--- Extracted records ---

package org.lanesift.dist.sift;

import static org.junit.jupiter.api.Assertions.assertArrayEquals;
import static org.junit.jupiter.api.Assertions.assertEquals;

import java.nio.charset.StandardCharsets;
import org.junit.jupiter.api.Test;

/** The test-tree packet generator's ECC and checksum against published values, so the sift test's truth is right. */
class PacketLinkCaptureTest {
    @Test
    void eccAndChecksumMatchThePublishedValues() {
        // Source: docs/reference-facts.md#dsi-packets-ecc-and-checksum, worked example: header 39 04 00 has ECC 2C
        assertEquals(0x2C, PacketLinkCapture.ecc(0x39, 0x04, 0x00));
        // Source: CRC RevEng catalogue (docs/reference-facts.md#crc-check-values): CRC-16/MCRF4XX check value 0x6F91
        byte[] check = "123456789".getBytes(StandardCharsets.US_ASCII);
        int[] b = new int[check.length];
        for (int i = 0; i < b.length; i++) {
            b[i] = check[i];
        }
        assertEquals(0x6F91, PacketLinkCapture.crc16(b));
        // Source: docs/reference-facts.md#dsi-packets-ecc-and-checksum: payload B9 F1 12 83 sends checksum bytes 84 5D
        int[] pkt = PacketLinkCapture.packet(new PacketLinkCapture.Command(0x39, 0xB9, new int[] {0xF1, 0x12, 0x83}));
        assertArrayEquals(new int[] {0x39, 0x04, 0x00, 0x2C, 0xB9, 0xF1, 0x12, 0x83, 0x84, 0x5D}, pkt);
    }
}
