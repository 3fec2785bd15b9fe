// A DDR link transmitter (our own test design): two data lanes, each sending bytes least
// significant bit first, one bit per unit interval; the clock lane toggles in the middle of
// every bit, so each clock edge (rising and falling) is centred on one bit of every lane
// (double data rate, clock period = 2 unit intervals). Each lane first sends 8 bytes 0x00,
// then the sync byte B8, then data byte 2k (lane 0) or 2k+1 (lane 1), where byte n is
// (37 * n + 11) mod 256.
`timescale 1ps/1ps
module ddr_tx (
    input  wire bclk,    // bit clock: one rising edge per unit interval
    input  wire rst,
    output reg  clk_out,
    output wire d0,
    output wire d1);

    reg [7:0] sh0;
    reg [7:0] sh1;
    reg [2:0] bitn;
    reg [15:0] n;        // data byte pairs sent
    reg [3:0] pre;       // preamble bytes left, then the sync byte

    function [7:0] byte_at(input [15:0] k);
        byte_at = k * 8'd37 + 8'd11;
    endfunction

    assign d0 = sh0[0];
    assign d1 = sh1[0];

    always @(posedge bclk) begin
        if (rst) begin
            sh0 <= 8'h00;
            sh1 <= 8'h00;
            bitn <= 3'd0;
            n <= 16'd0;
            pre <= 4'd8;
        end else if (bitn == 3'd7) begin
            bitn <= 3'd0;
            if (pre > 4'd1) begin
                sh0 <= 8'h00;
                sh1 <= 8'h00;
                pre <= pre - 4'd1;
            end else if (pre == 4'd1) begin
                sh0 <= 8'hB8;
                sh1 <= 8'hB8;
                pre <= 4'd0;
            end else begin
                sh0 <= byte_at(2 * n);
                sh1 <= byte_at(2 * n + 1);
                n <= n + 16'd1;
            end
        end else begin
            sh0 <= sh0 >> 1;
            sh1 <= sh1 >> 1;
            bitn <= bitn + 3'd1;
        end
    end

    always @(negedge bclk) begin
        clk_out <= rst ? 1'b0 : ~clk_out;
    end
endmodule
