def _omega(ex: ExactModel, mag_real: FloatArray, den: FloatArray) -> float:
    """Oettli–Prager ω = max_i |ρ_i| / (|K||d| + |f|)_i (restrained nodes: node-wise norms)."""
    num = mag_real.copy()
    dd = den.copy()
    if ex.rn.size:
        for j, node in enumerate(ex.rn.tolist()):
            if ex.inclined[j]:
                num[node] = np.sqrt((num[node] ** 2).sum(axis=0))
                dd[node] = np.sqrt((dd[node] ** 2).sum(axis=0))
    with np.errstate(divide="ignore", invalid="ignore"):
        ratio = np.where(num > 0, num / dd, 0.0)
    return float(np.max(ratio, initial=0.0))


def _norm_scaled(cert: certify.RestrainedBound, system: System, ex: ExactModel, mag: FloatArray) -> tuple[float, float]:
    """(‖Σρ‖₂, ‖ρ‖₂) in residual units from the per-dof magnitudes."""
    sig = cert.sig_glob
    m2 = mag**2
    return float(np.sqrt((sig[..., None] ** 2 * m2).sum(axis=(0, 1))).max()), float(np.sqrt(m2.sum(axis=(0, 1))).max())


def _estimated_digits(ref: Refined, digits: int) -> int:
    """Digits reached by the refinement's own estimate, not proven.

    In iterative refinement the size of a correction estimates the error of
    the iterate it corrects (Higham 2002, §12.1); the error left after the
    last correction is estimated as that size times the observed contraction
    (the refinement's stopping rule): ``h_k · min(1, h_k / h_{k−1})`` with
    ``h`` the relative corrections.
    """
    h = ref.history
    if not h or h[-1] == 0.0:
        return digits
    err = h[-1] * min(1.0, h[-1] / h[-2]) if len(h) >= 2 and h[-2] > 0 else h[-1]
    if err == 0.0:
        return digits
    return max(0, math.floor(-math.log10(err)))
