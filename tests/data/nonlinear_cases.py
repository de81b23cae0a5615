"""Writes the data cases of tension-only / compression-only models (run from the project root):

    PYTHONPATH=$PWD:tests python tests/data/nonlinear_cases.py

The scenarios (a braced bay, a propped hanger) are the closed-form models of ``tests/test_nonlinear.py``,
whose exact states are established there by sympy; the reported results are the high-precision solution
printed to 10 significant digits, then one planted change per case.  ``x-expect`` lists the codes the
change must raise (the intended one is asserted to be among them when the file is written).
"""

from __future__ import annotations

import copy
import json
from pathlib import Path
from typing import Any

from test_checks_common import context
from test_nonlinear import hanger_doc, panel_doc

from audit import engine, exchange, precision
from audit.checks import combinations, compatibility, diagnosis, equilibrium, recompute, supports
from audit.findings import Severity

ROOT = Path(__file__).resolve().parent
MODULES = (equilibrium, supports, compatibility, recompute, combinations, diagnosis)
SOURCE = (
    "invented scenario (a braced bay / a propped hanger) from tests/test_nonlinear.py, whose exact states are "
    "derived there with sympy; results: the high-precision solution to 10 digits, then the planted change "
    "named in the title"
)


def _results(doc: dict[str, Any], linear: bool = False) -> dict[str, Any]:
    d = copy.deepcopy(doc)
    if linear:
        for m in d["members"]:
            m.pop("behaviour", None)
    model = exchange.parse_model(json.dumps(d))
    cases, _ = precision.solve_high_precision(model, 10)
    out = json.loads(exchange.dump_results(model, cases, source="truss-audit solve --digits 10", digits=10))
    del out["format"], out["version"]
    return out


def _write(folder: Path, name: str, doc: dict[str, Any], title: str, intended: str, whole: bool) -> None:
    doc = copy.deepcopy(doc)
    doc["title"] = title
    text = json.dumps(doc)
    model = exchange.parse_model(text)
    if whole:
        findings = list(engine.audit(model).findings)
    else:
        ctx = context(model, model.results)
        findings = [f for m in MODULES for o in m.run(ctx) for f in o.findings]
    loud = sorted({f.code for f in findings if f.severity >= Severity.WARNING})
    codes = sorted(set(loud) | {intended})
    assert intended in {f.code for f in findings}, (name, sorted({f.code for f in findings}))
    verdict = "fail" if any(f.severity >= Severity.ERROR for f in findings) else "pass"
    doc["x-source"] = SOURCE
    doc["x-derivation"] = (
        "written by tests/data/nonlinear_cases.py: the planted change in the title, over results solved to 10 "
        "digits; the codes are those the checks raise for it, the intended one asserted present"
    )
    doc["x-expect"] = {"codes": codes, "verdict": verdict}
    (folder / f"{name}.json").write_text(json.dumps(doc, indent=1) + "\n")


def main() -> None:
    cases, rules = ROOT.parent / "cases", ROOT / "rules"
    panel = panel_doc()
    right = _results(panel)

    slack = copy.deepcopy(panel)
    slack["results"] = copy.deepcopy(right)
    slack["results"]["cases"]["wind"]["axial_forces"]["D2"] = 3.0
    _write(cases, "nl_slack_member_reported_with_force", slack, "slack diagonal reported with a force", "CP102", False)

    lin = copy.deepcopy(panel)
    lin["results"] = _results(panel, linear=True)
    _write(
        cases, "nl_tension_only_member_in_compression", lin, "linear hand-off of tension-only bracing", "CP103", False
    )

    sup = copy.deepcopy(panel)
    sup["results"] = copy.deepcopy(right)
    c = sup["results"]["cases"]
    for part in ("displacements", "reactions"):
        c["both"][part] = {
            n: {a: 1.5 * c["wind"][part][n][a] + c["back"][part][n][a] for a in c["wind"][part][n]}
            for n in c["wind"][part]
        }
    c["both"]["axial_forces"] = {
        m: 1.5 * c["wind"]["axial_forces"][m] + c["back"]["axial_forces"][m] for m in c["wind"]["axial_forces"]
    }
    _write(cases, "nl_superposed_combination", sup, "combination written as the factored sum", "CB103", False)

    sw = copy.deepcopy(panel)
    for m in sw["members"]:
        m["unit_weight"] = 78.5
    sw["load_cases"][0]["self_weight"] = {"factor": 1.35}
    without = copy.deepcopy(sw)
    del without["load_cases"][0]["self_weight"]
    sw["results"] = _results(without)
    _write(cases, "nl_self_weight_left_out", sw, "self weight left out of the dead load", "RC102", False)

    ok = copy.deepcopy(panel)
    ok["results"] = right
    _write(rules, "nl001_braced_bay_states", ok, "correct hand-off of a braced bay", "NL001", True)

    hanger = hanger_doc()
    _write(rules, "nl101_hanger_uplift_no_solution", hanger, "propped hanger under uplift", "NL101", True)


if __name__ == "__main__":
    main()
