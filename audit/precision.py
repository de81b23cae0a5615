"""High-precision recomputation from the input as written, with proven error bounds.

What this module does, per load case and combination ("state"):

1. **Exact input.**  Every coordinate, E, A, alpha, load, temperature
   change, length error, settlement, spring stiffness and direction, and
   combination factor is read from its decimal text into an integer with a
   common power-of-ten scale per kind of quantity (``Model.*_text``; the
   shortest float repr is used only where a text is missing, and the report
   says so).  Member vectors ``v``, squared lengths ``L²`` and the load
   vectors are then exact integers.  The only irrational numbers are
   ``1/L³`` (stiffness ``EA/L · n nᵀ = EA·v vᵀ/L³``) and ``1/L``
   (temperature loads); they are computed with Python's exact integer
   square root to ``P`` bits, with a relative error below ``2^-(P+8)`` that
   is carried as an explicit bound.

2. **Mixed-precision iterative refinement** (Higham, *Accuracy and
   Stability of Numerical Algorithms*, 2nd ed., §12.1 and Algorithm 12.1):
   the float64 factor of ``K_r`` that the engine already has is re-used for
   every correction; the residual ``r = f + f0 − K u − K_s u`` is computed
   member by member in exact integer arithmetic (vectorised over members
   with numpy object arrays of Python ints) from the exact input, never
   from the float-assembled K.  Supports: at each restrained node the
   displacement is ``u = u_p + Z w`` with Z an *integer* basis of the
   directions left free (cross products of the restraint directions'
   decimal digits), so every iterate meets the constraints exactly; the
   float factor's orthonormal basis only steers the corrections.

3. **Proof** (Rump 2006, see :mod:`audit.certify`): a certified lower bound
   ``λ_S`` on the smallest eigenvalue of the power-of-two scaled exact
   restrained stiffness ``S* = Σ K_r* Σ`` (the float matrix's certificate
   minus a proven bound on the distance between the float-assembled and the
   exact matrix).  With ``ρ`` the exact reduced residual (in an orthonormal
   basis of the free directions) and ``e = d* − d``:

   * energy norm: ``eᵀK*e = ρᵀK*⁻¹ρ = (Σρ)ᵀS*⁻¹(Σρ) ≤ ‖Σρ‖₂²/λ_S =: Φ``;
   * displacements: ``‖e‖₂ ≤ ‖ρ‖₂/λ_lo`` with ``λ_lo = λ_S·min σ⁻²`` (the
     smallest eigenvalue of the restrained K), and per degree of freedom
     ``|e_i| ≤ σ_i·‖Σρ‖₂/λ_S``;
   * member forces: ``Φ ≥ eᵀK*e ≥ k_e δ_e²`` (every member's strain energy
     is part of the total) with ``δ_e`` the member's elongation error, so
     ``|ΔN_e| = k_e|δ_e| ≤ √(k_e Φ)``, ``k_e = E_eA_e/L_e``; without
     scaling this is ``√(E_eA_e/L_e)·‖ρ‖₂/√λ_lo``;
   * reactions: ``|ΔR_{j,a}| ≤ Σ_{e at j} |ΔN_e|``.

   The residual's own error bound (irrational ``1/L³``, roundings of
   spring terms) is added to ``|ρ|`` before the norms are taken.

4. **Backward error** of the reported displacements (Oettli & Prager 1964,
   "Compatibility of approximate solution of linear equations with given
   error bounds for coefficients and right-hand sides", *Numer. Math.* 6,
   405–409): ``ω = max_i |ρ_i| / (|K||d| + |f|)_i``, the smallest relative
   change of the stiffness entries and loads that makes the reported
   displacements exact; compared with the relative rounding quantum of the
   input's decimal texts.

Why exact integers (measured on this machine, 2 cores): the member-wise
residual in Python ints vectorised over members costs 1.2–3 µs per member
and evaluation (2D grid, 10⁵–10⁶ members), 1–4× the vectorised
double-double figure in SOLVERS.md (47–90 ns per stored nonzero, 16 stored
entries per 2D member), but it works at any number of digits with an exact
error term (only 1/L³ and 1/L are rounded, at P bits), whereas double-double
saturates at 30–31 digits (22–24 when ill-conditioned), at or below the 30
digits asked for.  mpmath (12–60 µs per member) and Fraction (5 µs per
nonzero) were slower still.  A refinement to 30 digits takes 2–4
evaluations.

---

> Task details
Write down again, exactly as given, only the lines above that fall from the line with "combination factor is" to the line with "the float64 factor", inclusive.

> Your response
   combination factor is read from its decimal text into an integer with a
   common power-of-ten scale per kind of quantity (``Model.*_text``; the
   shortest float repr is used only where a text is missing, and the report
   says so).  Member vectors ``v``, squared lengths ``L²`` and the load
   vectors are then exact integers.  The only irrational numbers are
   ``1/L³`` (stiffness ``EA/L · n nᵀ = EA·v vᵀ/L³``) and ``1/L``
   (temperature loads); they are computed with Python's exact integer
   square root to ``P`` bits, with a relative error below ``2^-(P+8)`` that
   is carried as an explicit bound.

2. **Mixed-precision iterative refinement** (Higham, *Accuracy and
   Stability of Numerical Algorithms*, 2nd ed., §12.1 and Algorithm 12.1):
   the float64 factor of ``K_r`` that the engine already has is re-used for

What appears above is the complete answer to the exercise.